Coal India has been the fourth most polluting government-owned company in the world in terms of carbon emissions since 1965, The Guardian reported on Wednesday. An analysis by the Climate Accountability Institute in the United States showed that just 20 fossil fuel companies have accounted for 35% of all carbon emissions in the world in this period.
The emissions by these 20 companies – 12 of them state-owned – are equivalent to 480 billion tonnes of carbon dioxide emitted into the atmosphere since 1965, the research showed.
Saudi Arabia’s state-owned oil firm Saudi Aramco was the biggest polluter in the period, releasing 59.26 billion tonnes of carbon dioxide into the atmosphere. It was followed by US multinational energy corporation Chevron, which contributed 43.35 billion tonnes of emissions. Russian firm Gazprom, American multinational oil and gas corporation ExxonMobil and the National Iranian Oil Co are next in the list.
Coal India is ranked eighth in the list of 20 companies, with 23.12 billion tonnes of carbon emissions since 1965. It is the only Indian company in the list.

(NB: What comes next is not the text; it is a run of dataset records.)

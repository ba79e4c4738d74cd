//! A monitor export read with the sample trial's column mapping: check, full read (every row
//! kept or rejected) and the positions intake reads must return, never panic.
#![no_main]

use libfuzzer_sys::fuzz_target;
use plotsieve_stages::config::TrialConfig;
use plotsieve_stages::ingest::formats;
use std::path::PathBuf;

const TRIAL: &str = include_str!("../../../sample-input/trial.toml");

fn file() -> PathBuf {
    std::env::temp_dir().join(format!("plotsieve-fuzz-{}.csv", std::process::id()))
}

fuzz_target!(|data: &[u8]| {
    let cfg = TrialConfig::from_toml(TRIAL, "trial.toml", &[]).expect("the sample trial loads");
    let p = file();
    std::fs::write(&p, data).expect("a temporary file");
    let f = formats::for_file(&p);
    let _ = f.check(&cfg, &p, "m.csv");
    if let Ok(r) = f.read(&cfg, &p, "m.csv", 0) {
        assert_eq!(r.rows, (r.points.len() + r.rejections.len()) as u64);
    }
    let _ = formats::for_bytes(&p, data).positions(&cfg, data);
});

“The great tragedy of the climate crisis is that seven and a half billion people must pay the price – in the form of a degraded planet – so that a couple of dozen polluting interests can continue to make record profits,” Michael Mann, a leading climate scientist, was quoted as saying. “It is a great moral failing of our political system that we have allowed this to happen.” Mann called on politicians attending the climate summit in Chile in December to rein in these polluters.
The list uses company-reported annual production of oil, natural gas and coal, and calculates how much of the carbon and methane in the produced fuels is emitted to the atmosphere.